Impression von der gamescom 2025, Eingang Nord (c) Köln Messe
Nach dem spektakulären Auftakt der Opening Night Live am Dienstagabend haben die Kölner Messehallen ihre Tore nun auch für Hunderttausende begeisterte Gamerinnen und Gamer geöffnet. Bis zum kommenden Sonntag verwandelt sich das Messegelände in das unangefochtene Epizentrum der internationalen Videospielkultur. Und bereits nach den ersten Messestunden ist klar: Die Gamescom 2026 setzt nicht nur auf coole Shows, sondern vor allem auf spielbare Demos und Hardware-Präsentationen.
Volle Hallen
Wer in diesem Jahr durch die Hallen 6, 7, 8 und 9 spaziert, bemerkt schnell einen spürbaren Wandel in der Ausrichtung der großen Publisher. Die Ära reiner Cinematic-Teaser und kryptischer Logos scheint weitgehend überwunden zu sein – endlich. Publisher wie Xbox, Nintendo, Capcom und Ubisoft setzen verstärkt auf weitläufige Anspielstationen. Die Botschaft an die Community ist unmissverständlich: Spielt selbst!

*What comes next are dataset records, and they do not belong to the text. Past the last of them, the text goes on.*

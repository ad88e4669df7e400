/** Debian's Chromium for the browser tests: found, or installed as root. Node's own modules only. */
import fs from "node:fs";
import { installDebianPackages } from "./postgres.mjs";
import { PlainError } from "./setup.mjs";

export const chromium = "/usr/bin/chromium";

/**
 * @param {(line: string) => void} [say]
 * @returns {Promise<string>} path of the program
 * @throws {PlainError} with the command to type, where it cannot be installed
 */
export async function ensureChromium(say = () => {}) {
  if (fs.existsSync(chromium)) return chromium;
  const advice = `Chromium is not installed, and the browser tests need it. Install it once with

    sudo apt-get install chromium

and run npm test again.`;
  if (process.getuid?.() !== 0 || !fs.existsSync("/usr/bin/apt-get")) throw new PlainError(advice);
  say("Chromium is not installed: installing Debian's package (once)");
  await installDebianPackages(["chromium"], advice);
  if (!fs.existsSync(chromium)) throw new PlainError(advice);
  return chromium;
}
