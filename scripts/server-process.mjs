/** The server's own process: started with its environment, awaited until it answers, ended in order. */
import { spawn } from "node:child_process";
import fs from "node:fs";
import path from "node:path";
import { cleanEnvironment, projectDir } from "./processes.mjs";
import { PlainError } from "./setup.mjs";

const largestLogBytes = 20_000_000;

/**
 * @typedef {object} Server
 * @property {Promise<string>} ended resolves with how it ended
 * @property {() => Promise<void>} stop asks it to end, waits 10 s, then kills it
 */

/**
 * Start the server and wait until it answers.
 *
 * @param {{ program: string, dataDir: string, address: string | null, variables: Record<string, string>, giveUp: Promise<void> }} options
 *   `address` null: a worker, which answers nobody: it runs when it has not ended within 3 s;
 *   `variables` are added to the environment; the owner's database address never is; `giveUp` ends the waiting
 * @returns {Promise<Server>}
 * @throws {PlainError} with the end of its log, when it ends or stays silent
 */
export async function startServer({ program, dataDir, address, variables, giveUp }) {
  const logFile = path.join(dataDir, "server.log");
  if ((fs.statSync(logFile, { throwIfNoEntry: false })?.size ?? 0) > largestLogBytes)
    fs.renameSync(logFile, `${logFile}.1`);
  const log = fs.openSync(logFile, "a", 0o600);
  const child = spawn(
    process.execPath,
    ["--enable-source-maps", "--import", path.join(projectDir, "scripts/stop-with-parent.mjs"), program],
    {
      cwd: projectDir,
      // A group of its own: Ctrl-C reaches start.mjs alone, which ends the server before its database.
      detached: true,
      stdio: ["ignore", log, log, "ipc"],
      env: cleanEnvironment({ ...variables, NODE_ENV: "production", DATABASE_OWNER_URL: undefined }),
    },
  );
  fs.closeSync(log);
  /** @type {Promise<string>} */
  const ended = new Promise((resolve) => {
    child.once("error", (error) => resolve(error.message));
    child.once("exit", (code, signal) => resolve(`exit ${code ?? signal}`));
  });
  const stop = async () => {
    if (child.exitCode !== null || child.signalCode !== null) return;
    child.kill("SIGTERM");
    const patience = setTimeout(() => child.kill("SIGKILL"), 10_000);
    await ended;
    clearTimeout(patience);
  };
  const outcome = await Promise.race([ended, address === null ? staysUp(3_000) : answers(address, 60_000), giveUp]);
  if (outcome === undefined) await stop();
  else if (outcome !== true) {
    await stop();
    const how = outcome === false ? "did not answer within 60 s" : `ended while starting (${outcome})`;
    throw new PlainError(`The server ${how}. The end of its log, ${logFile}:\n${tail(logFile)}`);
  }
  return { ended, stop };
}

/** @param {number} ms */
const staysUp = (ms) => new Promise((resolve) => setTimeout(() => resolve(true), ms));

/**
 * Whether a Wavekeep answers at an address.
 *
 * @param {string} address
 * @param {number} withinMs how long to go on asking
 * @returns {Promise<boolean>}
 */
export async function answers(address, withinMs) {
  const until = performance.now() + withinMs;
  do {
    try {
      const reply = await fetch(`${address}/api/health`, { signal: AbortSignal.timeout(2_000) });
      if (reply.status === 200) return true;
    } catch {
      // Not listening yet.
    }
    await new Promise((resolve) => setTimeout(resolve, 50));
  } while (performance.now() < until);
  return false;
}

/** @param {string} file */
export function tail(file) {
  return fs.existsSync(file) ? fs.readFileSync(file, "utf8").trimEnd().split("\n").slice(-15).join("\n") : "";
}
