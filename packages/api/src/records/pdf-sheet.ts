/**
 * A plain printed sheet on pdfkit: A4, 18 mm margins, text in Roboto Flex, hairlines, tables whose heads repeat and whose
 * rows stay whole. It measures and breaks text itself, because a line may need more than one face (Latin, extended, Greek).
 */
import PDFDocument from "pdfkit";
import {
  greekRegular,
  greekStrong,
  latinExtRegular,
  latinExtStrong,
  latinRegular,
  latinStrong,
} from "./fonts/roboto-flex.ts";

const pointsPerMm = 72 / 25.4;
const margin = 18 * pointsPerMm;
const pageWidth = 595.28;
const pageHeight = 841.89;
/** Room for the mark and the footer below the body. */
const footRoom = 30;

export type Weight = "regular" | "strong";
export interface TextStyle {
  size?: number;
  weight?: Weight;
  grey?: boolean;
}
export interface Column {
  title: string;
  /** Share of the body's width. */
  share: number;
  align?: "left" | "right";
}
export interface Cell {
  text: string;
  strong?: boolean;
}
export interface TableRow {
  cells: (string | Cell)[];
  /** Under the row, from its second column on, inside the same hairline. */
  note?: string;
  grey?: boolean;
}

const faces = {
  latin: ["latin-regular", "latin-strong"],
  ext: ["ext-regular", "ext-strong"],
  greek: ["greek-regular", "greek-strong"],
} as const;
type Face = keyof typeof faces;

const fontFiles = {
  "latin-regular": latinRegular,
  "latin-strong": latinStrong,
  "ext-regular": latinExtRegular,
  "ext-strong": latinExtStrong,
  "greek-regular": greekRegular,
  "greek-strong": greekStrong,
};
type FontName = keyof typeof fontFiles;

/** Fonts as pdfkit parsed them, and widths at size 1, for all sheets of this thread: parsing costs more than printing. */
const parsedFonts = new Map<FontName, Buffer>();
const widths = new Map<string, number>();
/** Texts of reports repeat; those that do not (names, numbers) must not pile up. */
const MOST_WIDTHS = 20_000;

/** pdfkit takes a parsed font wherever it takes a font's bytes, though its types name the bytes alone. */
function fontOf(name: FontName): Buffer {
  const known = parsedFonts.get(name);
  if (known !== undefined) return known;
  const bytes = Buffer.from(fontFiles[name], "base64");
  const { _font: embedded } = new PDFDocument({ autoFirstPage: false }).font(bytes) as unknown as {
    _font: { font: Buffer };
  };
  parsedFonts.set(name, embedded.font);
  return embedded.font;
}

/** Face of a character; what none has is printed as a question mark in the Latin one. */
function faceOf(codePoint: number): Face {
  if (codePoint >= 0x370 && codePoint <= 0x3ff) return "greek";
  if (
    (codePoint >= 0x100 && codePoint <= 0x24f && codePoint !== 0x131 && codePoint !== 0x152 && codePoint !== 0x153) ||
    (codePoint >= 0x1e00 && codePoint <= 0x1eff)
  )
    return "ext";
  return "latin";
}
const latinBeyond = new Set([
  0x131, 0x152, 0x153, 0x2013, 0x2014, 0x2018, 0x2019, 0x201c, 0x201d, 0x2022, 0x2026, 0x20ac, 0x2212,
]);

/** The face has no narrow no-break space: it is drawn as a gap of this share of the size. */
const narrowSpace = "\u202f";
const narrowGap = 0.2;

interface Run {
  /** Null: a narrow gap. */
  face: Face | null;
  text: string;
}

function runsOf(text: string): Run[] {
  const runs: Run[] = [];
  for (const character of text) {
    if (character === narrowSpace) {
      runs.push({ face: null, text: character });
      continue;
    }
    const codePoint = character.codePointAt(0)!;
    const face = faceOf(codePoint);
    const printable =
      face !== "latin" ||
      (codePoint >= 0x20 && codePoint <= 0x7e) ||
      (codePoint >= 0xa0 && codePoint <= 0xff) ||
      latinBeyond.has(codePoint);
    const shown = printable ? character : "?";
    const last = runs.at(-1);
    if (last !== undefined && last.face === face) last.text += shown;
    else runs.push({ face, text: shown });
  }
  return runs;
}

export class PdfSheet {
  readonly bodyWidth = pageWidth - 2 * margin;
  private readonly doc: PDFKit.PDFDocument;
  private readonly chunks: Buffer[] = [];
  private readonly registered = new Set<FontName>();
  private y = margin;

  /** @param createdAt fixed, so that the same report is the same bytes */
  constructor(info: { title: string; author: string; createdAt: Date }) {
    this.doc = new PDFDocument({
      size: "A4",
      // The sheet keeps its own margins; pdfkit would break pages by itself.
      margin: 0,
      bufferPages: true,
      autoFirstPage: true,
      info: {
        Title: info.title,
        Author: info.author,
        Creator: "Wavekeep",
        Producer: "Wavekeep",
        CreationDate: info.createdAt,
        ModDate: info.createdAt,
      },
    });
    this.doc.on("data", (chunk: Buffer) => this.chunks.push(chunk));
  }

  /** A paragraph over the body's width (or a share of it), broken at spaces. */
  paragraph(
    text: string,
    style: TextStyle = {},
    options: { after?: number; left?: number; width?: number } = {},
  ): void {
    const left = options.left ?? 0;
    for (const line of this.wrap(text, options.width ?? this.bodyWidth - left, style)) {
      this.room(lineHeight(style));
      this.line(line, margin + left, this.y, style);
      this.y += lineHeight(style);
    }
    this.y += options.after ?? 4;
  }

  /** A section opens with a rule over the body. */
  section(title: string): void {
    this.room(60);
    this.y += 8;
    this.rule(0.8, "#1b2230");
    this.y += 8;
    this.paragraph(title, { weight: "strong", size: 10.5 }, { after: 4 });
  }

  /** Name and value pairs, in so many columns. */
  facts(pairs: readonly (readonly [string, string])[], columns = 2): void {
    const width = this.bodyWidth / columns - 10;
    for (let i = 0; i < pairs.length; i += columns) {
      const row = pairs
        .slice(i, i + columns)
        .map(([name, value]) => ({ name, lines: this.wrap(value, width - 90, {}) }));
      const height = Math.max(...row.map(({ lines }) => lines.length)) * lineHeight({});
      this.room(height + 3);
      row.forEach(({ name, lines }, column) => {
        const x = margin + column * (this.bodyWidth / columns);
        this.line(name, x, this.y, { grey: true, size: 8 });
        lines.forEach((line, index) => this.line(line, x + 90, this.y + index * lineHeight({}), {}));
      });
      this.y += height + 3;
    }
    this.y += 3;
  }

  /** A table whose head repeats on every page and whose rows are not broken. */
  table(columns: readonly Column[], rows: readonly TableRow[]): void {
    const style: TextStyle = { size: 8 };
    const widths = columns.map((column) => column.share * this.bodyWidth);
    const lefts = widths.map((_, index) => margin + widths.slice(0, index).reduce((sum, width) => sum + width, 0));
    const head = () => {
      columns.forEach((column, index) =>
        this.cell(column.title, lefts[index]!, widths[index]!, { size: 7.5, grey: true }, column.align),
      );
      this.y += lineHeight({ size: 7.5 }) + 2;
      this.rule(0.6, "#868276");
      this.y += 3;
    };
    this.room(50);
    head();
    for (const row of rows) {
      const wrapped = row.cells.map((cell, index) =>
        this.wrap(textOf(cell), widths[index]! - 6, { ...style, weight: weightOf(cell) }),
      );
      const noteLines = row.note === undefined ? [] : this.wrap(row.note, this.bodyWidth - widths[0]!, { size: 7.5 });
      const height =
        Math.max(...wrapped.map((lines) => lines.length)) * lineHeight(style) +
        noteLines.length * lineHeight({ size: 7.5 }) +
        4;
      if (this.y + height > pageHeight - margin - footRoom) {
        this.newPage();
        head();
      }
      wrapped.forEach((lines, index) => {
        lines.forEach((line, at) => {
          const top = this.y;
          this.y += at * lineHeight(style);
          this.cell(
            line,
            lefts[index]!,
            widths[index]!,
            { ...style, weight: weightOf(row.cells[index]!), grey: row.grey },
            columns[index]!.align,
          );
          this.y = top;
        });
      });
      this.y += Math.max(...wrapped.map((lines) => lines.length)) * lineHeight(style);
      for (const line of noteLines) {
        this.line(line, lefts[1] ?? margin, this.y, { size: 7.5, grey: true });
        this.y += lineHeight({ size: 7.5 });
      }
      this.y += 2;
      this.rule(0.3, "#dbd8ce");
      this.y += 2;
    }
    this.y += 4;
  }

  /** Finish: on every page the marks above and the foot with page x of y below. */
  async finish(foot: { left: string; marks: readonly string[] }): Promise<Buffer> {
    const { start, count } = this.doc.bufferedPageRange();
    for (let page = start; page < start + count; page += 1) {
      this.doc.switchToPage(page);
      const y = pageHeight - margin - 8;
      this.doc
        .save()
        .lineWidth(0.4)
        .strokeColor("#868276")
        .moveTo(margin, y - 4)
        .lineTo(pageWidth - margin, y - 4)
        .stroke()
        .restore();
      this.line(foot.left, margin, y, { size: 7.5, grey: true });
      const place = `Page ${page - start + 1} of ${count}`;
      this.line(place, pageWidth - margin - this.width(place, { size: 7.5 }), y, { size: 7.5, grey: true });
      foot.marks.forEach((mark, index) =>
        this.line(mark, margin, margin - 14 - index * 11, { size: 8.5, weight: "strong" }),
      );
    }
    const ended = new Promise<void>((resolve, reject) => {
      this.doc.on("end", resolve);
      this.doc.on("error", reject);
    });
    this.doc.end();
    await ended;
    return Buffer.concat(this.chunks);
  }

  private cell(text: string, left: number, width: number, style: TextStyle, align: Column["align"] = "left"): void {
    const x = align === "right" ? left + width - 6 - this.width(text, style) : left;
    this.line(text, x, this.y, style);
  }

  private rule(weight: number, color: string): void {
    this.doc
      .save()
      .lineWidth(weight)
      .strokeColor(color)
      .moveTo(margin, this.y)
      .lineTo(pageWidth - margin, this.y)
      .stroke()
      .restore();
  }

  private room(height: number): void {
    if (this.y + height > pageHeight - margin - footRoom) this.newPage();
  }

  private newPage(): void {
    this.doc.addPage();
    this.y = margin;
  }

  private use(face: Face, style: TextStyle): void {
    const name = faces[face][style.weight === "strong" ? 1 : 0];
    if (!this.registered.has(name)) {
      this.doc.registerFont(name, fontOf(name));
      this.registered.add(name);
    }
    this.doc.font(name).fontSize(style.size ?? 9);
  }

  private width(text: string, style: TextStyle): number {
    return runsOf(text).reduce((sum, run) => sum + this.runWidth(run, style), 0);
  }

  /** Widths grow with the size, so each text is laid out once a weight. */
  private runWidth(run: Run, style: TextStyle): number {
    const size = style.size ?? 9;
    if (run.face === null) return narrowGap * size;
    const key = `${style.weight ?? "regular"} ${run.face} ${run.text}`;
    let perPoint = widths.get(key);
    if (perPoint === undefined) {
      this.use(run.face, { ...style, size: 1 });
      perPoint = this.doc.widthOfString(run.text);
      if (widths.size >= MOST_WIDTHS) widths.clear();
      widths.set(key, perPoint);
    }
    return perPoint * size;
  }

  private line(text: string, x: number, y: number, style: TextStyle): void {
    let at = x;
    for (const run of runsOf(text)) {
      if (run.face !== null) {
        this.use(run.face, style);
        this.doc.fillColor(style.grey === true ? "#596171" : "#000000").text(run.text, at, y, { lineBreak: false });
      }
      at += this.runWidth(run, style);
    }
  }

  /** Lines no wider than `width`; a word that is wider is cut. */
  private wrap(text: string, width: number, style: TextStyle): string[] {
    const lines: string[] = [];
    for (const paragraph of text.split("\n")) {
      let line = "";
      for (let word of paragraph.split(" ")) {
        while (this.width(word, style) > width) {
          let fits = word.length - 1;
          while (fits > 1 && this.width(word.slice(0, fits), style) > width) fits -= 1;
          if (line !== "") lines.push(line);
          line = "";
          lines.push(word.slice(0, fits));
          word = word.slice(fits);
        }
        const longer = line === "" ? word : `${line} ${word}`;
        if (this.width(longer, style) <= width) line = longer;
        else {
          lines.push(line);
          line = word;
        }
      }
      lines.push(line);
    }
    return lines;
  }
}

const lineHeight = (style: TextStyle): number => (style.size ?? 9) * 1.38;
const textOf = (cell: string | Cell): string => (typeof cell === "string" ? cell : cell.text);
const weightOf = (cell: string | Cell): Weight =>
  typeof cell !== "string" && cell.strong === true ? "strong" : "regular";
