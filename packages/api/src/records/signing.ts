/**
 * Signing heads of the chain: Ed25519 (RFC 8032) with a key that the database does not hold. Who recomputes a chain from
 * the start can make its hashes fit, but not these signatures.
 */
import {
  createHash,
  createPrivateKey,
  createPublicKey,
  generateKeyPairSync,
  sign,
  verify,
  type KeyObject,
} from "node:crypto";
import fs from "node:fs";
import path from "node:path";
import { canonicalText } from "./canonical.ts";

export interface HeadSigner {
  /** SHA-256 of the public key (SubjectPublicKeyInfo, DER), hex: printed on reports. */
  fingerprint: string;
  /** SubjectPublicKeyInfo, PEM. */
  publicKey: string;
  /** Base64 signature over lab, number and hash. */
  sign(labId: string, number: number, hash: string): string;
}

const signedBytes = (labId: string, number: number, hash: string): Buffer =>
  Buffer.from(canonicalText({ form: 1, hash, lab: labId, number }), "utf8");

const fingerprintOf = (key: KeyObject): string =>
  createHash("sha256")
    .update(key.export({ type: "spki", format: "der" }))
    .digest("hex");

/** A signer from a PEM private key (PKCS 8). @throws when it is no Ed25519 key */
export function signerFromPem(pem: string): HeadSigner {
  const privateKey = createPrivateKey(pem);
  if (privateKey.asymmetricKeyType !== "ed25519")
    throw new Error("The signing key must be an Ed25519 private key in PEM form.");
  const publicKey = createPublicKey(privateKey);
  return {
    fingerprint: fingerprintOf(publicKey),
    publicKey: publicKey.export({ type: "spki", format: "pem" }) as string,
    sign: (labId, number, hash) => sign(null, signedBytes(labId, number, hash), privateKey).toString("base64"),
  };
}

/**
 * The signing key of this installation, made at the first start. Readable by its owner alone.
 *
 * @param file path of the PEM file, outside the database
 */
export function openSigningKey(file: string): HeadSigner {
  if (!fs.existsSync(file)) {
    fs.mkdirSync(path.dirname(file), { recursive: true, mode: 0o700 });
    const { privateKey } = generateKeyPairSync("ed25519");
    const pem = privateKey.export({ type: "pkcs8", format: "pem" }) as string;
    try {
      fs.writeFileSync(file, pem, { mode: 0o600, flag: "wx" });
    } catch (error) {
      // Another process of the same installation was faster: its key is the one.
      if ((error as NodeJS.ErrnoException).code !== "EEXIST") throw error;
    }
  }
  return signerFromPem(fs.readFileSync(file, "utf8"));
}

/** Whether a stored signature fits its head and the key's fingerprint fits the key. */
export function isSignedHeadValid(head: {
  labId: string;
  number: number;
  hash: string;
  publicKey: string;
  keyFingerprint: string;
  signature: string;
}): boolean {
  try {
    const key = createPublicKey(head.publicKey);
    return (
      fingerprintOf(key) === head.keyFingerprint &&
      verify(null, signedBytes(head.labId, head.number, head.hash), key, Buffer.from(head.signature, "base64"))
    );
  } catch {
    return false;
  }
}
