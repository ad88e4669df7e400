/** Canonical bytes and hashes: RFC 8785 text, UTF-8, SHA-256 as lower-case hex. */
import { createHash, createHmac } from "node:crypto";
import canonicalize from "canonicalize";

/**
 * RFC 8785 text of a JSON value.
 *
 * @throws {TypeError} for what JSON cannot hold (undefined, NaN, infinity)
 */
export function canonicalText(value: unknown): string {
  const text = canonicalize(value);
  if (text === undefined) throw new TypeError("This value has no JSON form.");
  return text;
}

/** SHA-256, hex, of text (as UTF-8) or bytes. */
export const sha256Hex = (content: string | Uint8Array): string => createHash("sha256").update(content).digest("hex");

/** What an entry holds in place of a name or an address: HMAC-SHA-256 with the entry's own salt, hex. */
export const personalHash = (salt: string, value: string): string =>
  createHmac("sha256", salt).update(value).digest("hex");
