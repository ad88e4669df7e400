/** `npm run -s drift -- RESULTS.csv --tolerance 0.5`: installs and bundles what is missing, then hands over. stdout holds results only. */
import { pathToFileURL } from "node:url";
import { ensureCommand } from "./build.mjs";
import { ensureInstall, runCommand } from "./setup.mjs";

await runCommand(async () => {
  await ensureInstall((line) => void process.stderr.write(`${line}\n`));
  const { main } = await import(pathToFileURL(await ensureCommand("scripts/drift")).href);
  // npm runs scripts in the project folder; file names are meant from where the person stands.
  process.chdir(process.env["INIT_CWD"] ?? process.cwd());
  return main(process.argv.slice(2));
});
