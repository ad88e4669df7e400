/** `npm run -s analyse -- FILE...`: installs and bundles what is missing, then hands over. stdout holds results only. */
import path from "node:path";
import { pathToFileURL } from "node:url";
import { ensureCommand } from "./build.mjs";
import { ensureInstall, runCommand } from "./setup.mjs";

await runCommand(async () => {
  await ensureInstall((line) => void process.stderr.write(`${line}\n`));
  const program = await ensureCommand("command-line/main-analyse.ts");
  // npm runs scripts in the project folder; file names are meant from where the person stands.
  process.chdir(process.env["INIT_CWD"] ?? process.cwd());
  await import(pathToFileURL(path.resolve(program)).href);
  return Number(process.exitCode ?? 0);
});
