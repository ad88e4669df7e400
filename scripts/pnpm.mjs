/** The pinned pnpm, fetched through npm's own client: nothing is installed globally. Node's own modules only. */
import fs from "node:fs";
import path from "node:path";
import { cleanEnvironment, projectDir, runProgram } from "./processes.mjs";

/**
 * Run pnpm in the project folder.
 *
 * @param {string[]} args
 * @param {{ onLine?: (line: string) => void }} [options]
 */
export async function pnpm(args, options = {}) {
  const manifest = JSON.parse(fs.readFileSync(path.join(projectDir, "package.json"), "utf8"));
  // `--yes`: without a terminal npx refuses to fetch. `CI`: pnpm must not ask before it replaces node_modules.
  await runProgram("npx", ["--yes", manifest.packageManager, ...args], {
    cwd: projectDir,
    env: cleanEnvironment({ CI: "1" }),
    ...options,
  });
}
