import { spawn } from "node:child_process";
import { once } from "node:events";
import fs from "node:fs";
import os from "node:os";
import path from "node:path";
import { afterEach, beforeEach, expect, test } from "vitest";
import { cleanEnvironment, lockHolder, processIdentity, runProgram, takeLock, withLock } from "./processes.mjs";

let folder: string;
beforeEach(() => (folder = fs.mkdtempSync(path.join(os.tmpdir(), "wavekeep-processes-"))));
afterEach(() => fs.rmSync(folder, { recursive: true, force: true }));

test("a lock is held until it is released, and says who holds it", () => {
  const file = path.join(folder, "start.lock");
  const first = takeLock(file, { address: "http://127.0.0.1:4310" });
  expect(takeLock(file)).toMatchObject({
    taken: false,
    holder: { pid: process.pid, address: "http://127.0.0.1:4310" },
  });
  if (first.taken) first.release();
  expect(lockHolder(file)).toBeNull();
  expect(takeLock(file).taken).toBe(true);
});

test("a lock left by a process that is gone is taken over", async () => {
  const child = spawn(process.execPath, ["--version"], { stdio: "ignore" });
  await once(child, "exit");
  const file = path.join(folder, "start.lock");
  fs.writeFileSync(file, JSON.stringify({ pid: child.pid, identity: `${child.pid}@1` }));
  expect(takeLock(file).taken).toBe(true);
  expect(fs.readdirSync(folder)).toEqual(["start.lock"]);
});

test("a lock whose number now belongs to another process is taken over", () => {
  const file = path.join(folder, "start.lock");
  fs.writeFileSync(file, JSON.stringify({ pid: process.pid, identity: `${process.pid}@1` }));
  expect(takeLock(file).taken).toBe(true);
});

test("what is done under a lock is done one after the other", async () => {
  const steps: string[] = [];
  const work = (name: string) => async () => {
    steps.push(`${name} begins`);
    await new Promise((resolve) => setTimeout(resolve, 20));
    steps.push(`${name} ends`);
  };
  const file = path.join(folder, "install.lock");
  await Promise.all([withLock(file, work("a")), withLock(file, work("b"))]);
  expect(steps).toEqual(["a begins", "a ends", "b begins", "b ends"]);
});

test("a process that is gone has no identity", () => {
  expect(processIdentity(process.pid)).toMatch(new RegExp(`^${process.pid}@\\d+$`));
  expect(processIdentity(2 ** 22 + 1)).toBeNull();
});

test("a program that fails is reported with its exit and what it printed", async () => {
  const failing = runProgram(process.execPath, ["-e", "console.log('half done'); process.exit(3)"]);
  await expect(failing).rejects.toMatchObject({ exit: 3, output: "half done\n" });
});

test("nested tools see where packages come from, and nothing else of the outer npm", () => {
  process.env["npm_config_registry"] = "https://packages.example/";
  process.env["npm_config_prefer_offline"] = "x";
  try {
    const environment = cleanEnvironment();
    expect(environment["npm_config_registry"]).toBe("https://packages.example/");
    expect(environment).not.toHaveProperty("npm_config_prefer_offline");
  } finally {
    delete process.env["npm_config_registry"];
    delete process.env["npm_config_prefer_offline"];
  }
});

Bereits um 09:30 Uhr kletterten die Wartezeiten an den Flaggschiff-Ständen auf über drei Stunden. Im Mittelpunkt des Interesses stehen die großen Blockbuster für das anstehende Weihnachtsgeschäft sowie erste spielbare Einblicke in sehnsüchtig erwartete Rollenspiele und Action-Abenteuer für das Frühjahr 2027.
Hardware-Trend: Handhelds und immersive Peripherie
Neben der Software dominiert vor allem Halle 10 mit einer noch nie dagewesenen Dichte an Hardware-Neuerungen. Die mobile Gaming-Revolution nimmt kein Ende: Gleich mehrere namhafte Hersteller präsentieren neue Handheld-Generationen mit OLED-Panels der Spitzenklasse, effizienteren Prozessoren und modularer Ergonomie. Das Ziel ist klar abgesteckt: vollwertiges AAA-Gaming für unterwegs ohne störende Ruckler oder extreme Hitzeentwicklung.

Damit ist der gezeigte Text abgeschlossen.